The Guardian 4 June, 2008

Culture and Life

by Rob Gowland

Phoney summits and real protests

May I hark back for a moment, to an event that most people have sensibly consigned to the rubbish tip of recent history: the extraordinary anti-climax that was Kevin Rudd’s 2020 Summit?

Bally-hooed to the skies beforehand to the effect that it would define the aspirations of all Australians, the summit’s decisions and recommendations were neatly put through an expurgating filter before finally being released to a bemused public.

No expense was spared to steer this PR exercise to a safe berth, lest the Labor government be embarrassed by decisions and opinions that ran counter to Rudd’s "New Labor" big business line.

A former top Tasmanian public servant, Linda Hornsey, who resigned from her job in Tassie last year, was hired for 12 weeks to oversee the Summit, at a salary of $11,000 a week. That’s right, $11,000 a week.

Mind you, Ms Hornsey is used to being paid outrageous salaries. As the former head of Tasmania’s Department of Premier and Cabinet (DPAC) she pulled down a whopping $300,000 a year, more actually than the Premier himself received. But what does that matter, eh? It’s just public money after all.

Once again, with Rudd (and his NSW counterpart Morris Iemma) contemptuously abandoning even the pretence of sticking up for the interests of workers, the way has been left open for the Liberal Party, the acknowledged party of big business, to pose as the defender of the poor and other disadvantaged people.

In Linda Hornsley’s home state of Tasmania, the acting Lib leader, Jeremy Rockliff said of her handsome Summit salary: "Certainly most Tasmanians who are struggling to cope and to balance the family budget as a result of increased food and petrol prices would see that as utterly and absolutely excessive."

Of course, Mr Rockliff did not comment on the role of big business in pushing up petrol and food prices, concentrating instead on the scandal of the salary paid to Rudd’s top summiteer.

However, while on the subject of food prices: did you see the recent edition of A Current Affair in which a spokesman for Woolworths tried to explain why prices cannot be uniform across the country? It boiled down to "competition": if there was an Aldi store near the Woolies then prices would be lower. If not, they would be up.

Which was, of course, a backhanded admission that they could be lower, if Woolies would be content with lower profits. But when is the corporate mind ever satisfied with getting less than the maximum they can screw out of the public? That’s right: when Hell freezes over.

For his part, Rudd could be out there rousing the masses against the daylight robbery being pursued by agri-business as it pays farmers peanuts for their crops while charging the poor consumer the maximum the supermarkets can get.

It would be a popular tactic with the voters, but Rudd’s not up for re-election right now so he doesn’t care. Like Iemma in NSW, he is busy laying the foundation for the creeping privatisation of the entire Australian economy.
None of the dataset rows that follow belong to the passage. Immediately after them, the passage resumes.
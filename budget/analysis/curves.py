"""The depth curves as a result: values, where each leaves its engine's range, and their words.

Computed by :func:`budget.analysis.depth.depth_curve`; shown by the terminal, the report, the
picture and the JSON, which all take their words from here (one name per curve: the fidelity
product (naive), the actual curve, the Pauli-twirled curve).
"""

from __future__ import annotations

from dataclasses import dataclass, field

CURVES = ("naive", "structured", "twirled")
CURVE_WORDS = {"naive": "fidelity product (naive)", "structured": "actual", "twirled": "Pauli-twirled"}
"""The one name of each curve in every view (terminal, JSON, report, plot)."""
JSON_KEYS = {"naive": "naive", "structured": "actual", "twirled": "twirled"}
CROSSOVER_FACTOR = 2.0
"""Accumulated > CROSSOVER_FACTOR × naive marks the crossover."""


@dataclass(frozen=True)
class DepthCurve:
    """The three curves and what they say.

    Attributes:
        source: the circuit.
        metric: ``"process"`` or ``"state"``.
        engine: engine of the structured curve; twirled_engine: of the twirled curve.
        repetitions: N values (ascending, from 1 to max_cycles).
        naive, structured, twirled: infidelity at each N; None where the curve's engine is beyond
            its range (``structured`` is the *actual* curve in every view and in the JSON).
        crossover_repetitions: first N with structured > 2 × naive (None: not within max_cycles).
        target: E, when given; deepest: curve name -> largest N <= max_cycles before the curve
            first exceeds E (None: even N = 1 exceeds it; max_cycles: never within the range).
        components: which error components build up or are echoed away (may be empty).
        warnings: validity notes from the engines, and limits of this analysis.
        range_ends: curve name -> first N beyond its engine's range (curves in range throughout
            are absent); the deepest count within a target stops there.
        switches: curve name -> first N whose value comes from the exact engine because the
            first-order engine left its range there (engine ``auto`` on small cycles).
    """

    source: str
    metric: str
    engine: str
    twirled_engine: str
    repetitions: tuple[int, ...]
    naive: tuple[float, ...]
    structured: tuple[float, ...]
    twirled: tuple[float, ...]
    crossover_repetitions: int | None
    target: float | None = None
    deepest: dict[str, int | None] = field(default_factory=dict)
    components: tuple = ()
    warnings: tuple[str, ...] = ()
    range_ends: dict[str, int] = field(default_factory=dict)
    switches: dict[str, int] = field(default_factory=dict)

    @property
    def max_cycles(self) -> int:
        return self.repetitions[-1]

    @property
    def checked_through(self) -> int:
        """The deepest N where the actual curve has a value (its range may end earlier)."""
        end = self.range_ends.get("structured")
        return self.max_cycles if end is None else end - 1

    def crossover_words(self) -> str:
        """The crossover in words, the same in every view (it cannot be claimed beyond the range)."""
        n = self.crossover_repetitions
        if n is not None:
            return f"from N = {n:,} on the actual error is more than twice the naive estimate"
        upto = self.checked_through
        if upto < 1:
            return "no crossover can be stated: the actual curve is beyond its engine's range from N = 1"
        limit = "" if upto == self.max_cycles else " (its engine's range ends there)"
        return f"up to N = {upto:,}{limit} the actual error stays below twice the naive estimate"

    def deepest_words(self, key: str) -> str:
        """The deepest count within the target of curve ``key`` in words (every view shows these)."""
        n = self.deepest.get(key)
        end = self.range_ends.get(key)
        if n is None:
            return "unknown: beyond its engine's range from N = 1" if end == 1 else "none (N = 1 already misses)"
        shown = f"≥ {n:,}" if n == self.max_cycles else f"{n:,}"
        return shown + (" (its engine's range ends there)" if end == n + 1 else "")

    def switch_words(self, key: str) -> str | None:
        """Where curve ``key`` changes to the exact engine, in words (None: it does not)."""
        n = self.switches.get(key)
        if n is None:
            return None
        if n == self.repetitions[0]:
            return f"{CURVE_WORDS[key]} curve: the exact engine at every N (the first-order engine is beyond its range)"
        return (f"{CURVE_WORDS[key]} curve: first-order closed form up to N = {n - 1:,}, the exact engine from "
                f"N = {n:,} on, where the first-order range ends")

    def notes(self) -> list[str]:
        """Where each curve changes engine or leaves its engine's range, in words."""
        out = [self.switch_words(k) for k in ("structured", "twirled")]
        out += [self.range_words(k) for k in ("structured", "twirled")]
        return [w for w in out if w]

    def range_words(self, key: str) -> str | None:
        """Where curve ``key`` leaves its engine's range, in words (None: it never does)."""
        n = self.range_ends.get(key)
        if n is None:
            return None
        engine = self.engine if key == "structured" else self.twirled_engine
        if n == self.repetitions[0]:
            return f"{CURVE_WORDS[key]} curve ({engine}): beyond the first-order range at every N; no value is shown"
        return (f"{CURVE_WORDS[key]} curve ({engine}): first-order range ends at N = {n:,}; "
                "no value is shown from there on")

    def to_dict(self) -> dict:
        """The documented JSON object (docs/report.md)."""
        out = {
            "source": self.source,
            "metric": self.metric,
            "engine": self.engine,
            "twirled_engine": self.twirled_engine,
            "repetitions": list(self.repetitions),
            "naive": list(self.naive),
            "actual": list(self.structured),
            "twirled": list(self.twirled),
            "range_ends": {JSON_KEYS[k]: n for k, n in self.range_ends.items()},
            "engine_switches": {JSON_KEYS[k]: n for k, n in self.switches.items()},
            "crossover_repetitions": self.crossover_repetitions,
            "crossover_factor": CROSSOVER_FACTOR,
            "components": [c.to_dict() for c in self.components],
            "warnings": list(self.warnings),
        }
        if self.target is not None:
            out["target"] = self.target
            out["deepest_within_target"] = {JSON_KEYS[k]: n for k, n in self.deepest.items()}
        return out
In NSW, the Labor government is trying to privatise electricity; in NSW and Tasmania, there are ominous signs that water supply will be next. Councils in both states are viewing with alarm proposals from their respective state governments for the "reform" of water and sewerage infrastructure and services.

Meanwhile governments, especially that in NSW, are taking steps to prevent local councils from obstructing such state government "reforms", by removing local government control over planning approvals and by similar manoeuvres.
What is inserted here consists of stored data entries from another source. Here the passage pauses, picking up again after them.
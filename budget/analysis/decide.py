"""From budget to decisions in one call: sensitivity, tolerances for a target, calibration time.

    >>> from budget.analysis.decide import decide                     # doctest: +SKIP
    >>> d = decide("circuits/parity_cycle.qasm", "circuits/fen_q8.toml", target=1e-2, cycles=50)
    >>> d.tolerances.rows[0], d.plan.round_s

Steps: read the circuit (repeats kept) and repeat it ``cycles`` times, attach the error model,
build the quadratic form e ≈ δᵀAδ + s with a first-order engine
(:func:`budget.analysis.sensitivity.quadratic_form`), then :func:`~budget.analysis.tolerances.tolerances`
per site, checked in closed loop (:func:`~budget.analysis.closed_loop.close_loop`), and :func:`~budget.analysis.calibration.calibration_plan` with the model's ``[calibration]`` table.
"""

from __future__ import annotations

import dataclasses
from dataclasses import dataclass
from typing import Any

from budget.analysis.calibration import (
    CalibrationPlan, calibration_json, calibration_plan, model_knob_keys, read_calibration,
)
from budget.analysis.closed_loop import close_loop
from budget.analysis.floor import accurate_floor, floor_remedy
from budget.analysis.families import per_operation
from budget.analysis.phase_estimation import find_probes
from budget.analysis.run import read_circuit, read_model
from budget.analysis.sensitivity import Sensitivity, quadratic_form, sensitivity, sensitivity_json
from budget.analysis.tolerance_output import tolerances_json
from budget.analysis.tolerances import ToleranceReport, check_target, hardware_notes, tolerances
from budget.circuit.walk import Kind, branches, kind_of
from budget.engines.base import MEASURED_METRICS
from budget.errors.attach import attach
from budget.problems import InputError

GROUPINGS: tuple[str, ...] = ("gate", "pair", "operation")


@dataclass(frozen=True)
class Decisions:
    """Sensitivity, tolerances and the calibration plan of one circuit under one model."""

    source: str
    sensitivity: Sensitivity
    tolerances: ToleranceReport
    plan: CalibrationPlan


def decide(
    circuit: Any,
    errors: Any,
    *,
    target: float,
    cycles: int = 1,
    metric: str = "process",
    assume: str = "worst",
    allocation: str = "equal",
    family_by: str = "gate",
    engine: str = "auto",
    closed_loop: bool = True,
    detector: int | None = None,
) -> Decisions:
    """Sensitivity, tolerances and calibration device time for a target infidelity.

    Args:
        circuit: a path (OpenQASM 2/3, cirq JSON), a ``cirq.Circuit`` or a StructuredCircuit.
        errors: a path to a TOML error model, an ErrorModel, or a dict in the TOML layout.
        target: E in (0, 1) on ``metric``.
        cycles: repeat the whole circuit this many times (kept folded), >= 1.
        metric: ``"process"`` or ``"state"``.
        assume: ``"worst"`` or ``"random"`` signs; allocation: ``"equal"`` or ``"common-factor"``.
        family_by: ``"gate"``, ``"pair"`` (gate per qubit tuple) or ``"operation"`` (each operation
            as written).
        engine: ``"auto"``, ``"clifford"`` or ``"generators"`` for the quadratic form.
        closed_loop: check and correct the tolerances with an engine run at the tolerances (the
            detector metric: the exact engine with branches where it fits, else the Pauli frames
            with coherent classes).
        detector: with ``metric="detectors"``, the target is on this detector's firing probability
            (its number in the detector list) instead of P(some detector fires).
    """
    check_target(target)
    if isinstance(cycles, bool) or not isinstance(cycles, int) or cycles < 1:
        raise InputError(f"cycles = {cycles!r}: expected a whole number >= 1")
    if family_by not in GROUPINGS:
        raise InputError(f"family_by = {family_by!r}: expected one of {', '.join(GROUPINGS)}")
    structured = read_circuit(circuit).with_cycles(cycles)
    model = read_model(errors)
    settings = read_calibration(model.calibration, source=model.source)  # bad tables fail before any work
    noisy = attach(structured, model, family_by="pair" if family_by == "pair" else "gate")
    if family_by == "operation":
        noisy = per_operation(noisy)
    qf = quadratic_form(noisy, metric, engine=engine, detector=detector)
    report = checked_tolerances(structured, model, noisy, qf, target, metric=metric, cycles=cycles, assume=assume,
                                allocation=allocation, family_by=family_by, engine=engine, closed_loop=closed_loop,
                                detector=detector)
    plan = calibration_plan(report, find_probes(noisy), settings, model_knobs=model_knob_keys(model))
    return Decisions(structured.source, sensitivity(qf), report, plan)


def checked_tolerances(
    structured: Any, model: Any, noisy: Any, qf: Any, target: float, *, metric: str, cycles: int,
    assume: str = "worst", allocation: str = "equal", family_by: str = "gate", engine: str = "auto",
    closed_loop: bool = True,
    detector: int | None = None,
) -> ToleranceReport:
    """Tolerances per family row over its sites, checked in closed loop, with the floor's remedy.

    With ``family_by="gate"`` the tolerances are solved on the per-site form (one row per gate,
    qubit tuple and knob; sites keep their own values and signs) with one tolerance per family
    and knob; otherwise on ``qf`` itself. Then :func:`~budget.analysis.closed_loop.close_loop`
    checks them with the most accurate engine that fits (``closed_loop=False`` skips it), and when
    the incoherent floor exceeds the target :func:`~budget.analysis.floor.floor_remedy` says what
    incoherent numbers would meet it.
    """
    qf, floor_note = accurate_floor(qf, noisy, metric, target, engine=engine)
    notes = (floor_note,) if floor_note else ()
    if metric in MEASURED_METRICS:  # family rows (the detector form is read by finite differences, per knob row)
        report = tolerances(qf, target, assume=assume, allocation=allocation, metric=metric, cycles=cycles)
        report = dataclasses.replace(report, warnings=notes + report.warnings)
        report = close_loop(report, noisy, qf, detector=detector) if closed_loop else report
        return dataclasses.replace(report, warnings=report.warnings + hardware_notes(report))
    if family_by == "gate":
        site_noisy = attach(structured, model, family_by="pair")
        site_qf = dataclasses.replace(quadratic_form(site_noisy, metric, engine=engine), floor=qf.floor,
                                      floor_sources=dict(qf.floor_sources))
        family_of = site_families(noisy, site_noisy)
        groups = [(family_of.get(f, site_family(f)), k) for f, k in site_qf.labels]
    else:
        site_noisy, site_qf, groups = noisy, qf, None
    report = tolerances(site_qf, target, assume=assume, allocation=allocation, metric=metric, cycles=cycles, groups=groups)
    report = dataclasses.replace(report, warnings=notes + report.warnings)
    if closed_loop:
        report = close_loop(report, site_noisy, site_qf)
    if not report.feasible:
        report = dataclasses.replace(report, floor_remedy=floor_remedy(report, model, noisy, metric))
    return dataclasses.replace(report, warnings=report.warnings + hardware_notes(report))


def site_families(by_gate: Any, by_site: Any) -> dict[str, str]:
    """Per-site family name -> gate family name, read off the same circuit attached both ways
    (their items correspond one to one; context errors keep their own names)."""
    out: dict[str, str] = {}

    def walk(a: tuple, b: tuple) -> None:
        for x, y in zip(a, b):
            kind = kind_of(x, "site_families")
            if kind is not kind_of(y, "site_families"):
                raise TypeError(f"site_families: items {type(x).__name__} and {type(y).__name__} do not match")
            if kind is Kind.LAYER:
                out.update((q.family, p.family) for p, q in zip(x.sites, y.sites))
            elif kind in (Kind.MEASURE, Kind.RESET):
                out[y.family] = x.family
            else:
                for inner_x, inner_y in zip(branches(x), branches(y)):
                    walk(inner_x, inner_y)

    walk(by_gate.body, by_site.body)
    return out


def site_family(name: str) -> str:
    """The gate family of a per-site family name: ``"cz q[0],q[1]"`` -> ``"cz"``."""
    return name.rsplit(" ", 1)[0]


def decisions_json(d: Decisions) -> dict:
    """The tolerance report (docs/tolerances.md, schema version 1) with the sensitivity and the plan."""
    out = tolerances_json(d.tolerances)
    out["source"] = d.source
    out["sensitivity"] = sensitivity_json(d.sensitivity)
    out["calibration"] = calibration_json(d.plan)
    return out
Changing the subject somewhat, did you see where a former Tasmanian officer in the RAN, Mark Rickards, has denounced Australia’s involvement in the wars in Iraq and Afghanistan, saying that both wars are unjust and based on furthering the USA’s commercial interests. (He’s not wrong there, of course!)

Rickards, who stood unsuccessfully in the last state election as a Greens candidate, said that while the public recognised that the conflict in Iraq was about oil, "most did not recognise that America’s war in Afghanistan started for similar reasons".
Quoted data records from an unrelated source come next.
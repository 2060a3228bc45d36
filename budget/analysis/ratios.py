"""Ratios that mean something: no quotient of two numbers at rounding level.

An infidelity computed in double precision from products of matrices close to the identity carries
an absolute rounding error of many units of roundoff (u = 2**-53 ≈ 1.1e-16) times the scale of the
numbers involved (1 for a fidelity). A value below :data:`ROUNDING_FLOOR` × scale is therefore
indistinguishable from zero, and a ratio with such a value in the denominator ("3.56e+13" from
9.6e-2 / 2.7e-15) is rounding noise, not a ratio. The floor of 1e-12 (about 10^4 u) covers the
rounding accumulated over thousands of matrix products (common practice, no source).

    >>> safe_ratio(0.02, 0.01).value
    2.0
    >>> safe_ratio(0.02, 2.7e-15).value is None
    True
    >>> safe_ratio(3e-16, 2.7e-15).why
    'both at rounding level'
"""

from __future__ import annotations

from dataclasses import dataclass

ROUNDING_FLOOR = 1e-12
"""Values below this (times the scale of the inputs) are rounding noise."""

BOTH_ROUNDING = "both at rounding level"
DENOMINATOR_ROUNDING = "not meaningful: the denominator is at rounding level"


@dataclass(frozen=True)
class Ratio:
    """a / b when both are meaningful.

    Attributes:
        value: the quotient, 0.0 when only the numerator is at rounding level (it is then below
            floor / b), or None when the quotient means nothing.
        why: None, or the reason in words (:data:`BOTH_ROUNDING`, :data:`DENOMINATOR_ROUNDING`).
    """

    value: float | None
    why: str | None = None

    def shown(self, digits: int = 3, suffix: str = "x") -> str:
        """The ratio for people: '1.21x', or the reason it is not given."""
        return f"{self.value:.{digits}g}{suffix}" if self.value is not None else (self.why or "—")


def at_rounding_level(x: float | None, *, scale: float = 1.0) -> bool:
    """True when |x| is below the rounding floor for numbers of this scale (None counts as no value)."""
    return x is not None and abs(x) < ROUNDING_FLOOR * scale


def safe_ratio(a: float | None, b: float | None, *, scale: float = 1.0) -> Ratio:
    """a / b, or the reason it is no ratio (see the module docstring).

    Args:
        a, b: the numbers (None: unknown; gives Ratio(None, None)).
        scale: the scale of the inputs (1 for infidelities; radians of the knob for angles).
    """
    if a is None or b is None:
        return Ratio(None)
    low_a, low_b = at_rounding_level(a, scale=scale), at_rounding_level(b, scale=scale)
    if low_a and low_b:
        return Ratio(None, BOTH_ROUNDING)
    if low_b:
        return Ratio(None, DENOMINATOR_ROUNDING)
    if low_a:
        return Ratio(0.0)
    return Ratio(a / b)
Before the war in Afghanistan, US company UNOCAL had failed to realise its ambition to construct a gas pipeline through the country due to problems with the Taliban and local warlords.

The top negotiator for UNOCAL was an Afghan living in the US named Hummed Karzai, who has since been returned to the country with US assistance and elevated to the position of President. Needless to say, the pipeline is now back on the agenda.

As Mark Rickards says, "Why should soldiers need to die for a cause that is not just and is not supported by the United Nations and is really just for the commercial gain of some American companies?" Why indeed?

Mr Rickards is part of a veterans’ protest group called Stand Fast which aims to support current servicemen and women who speak out against the wars, providing them with access to counselling and legal services. "We are standing fast in the face of the government saying it’s all OK", says Rickards.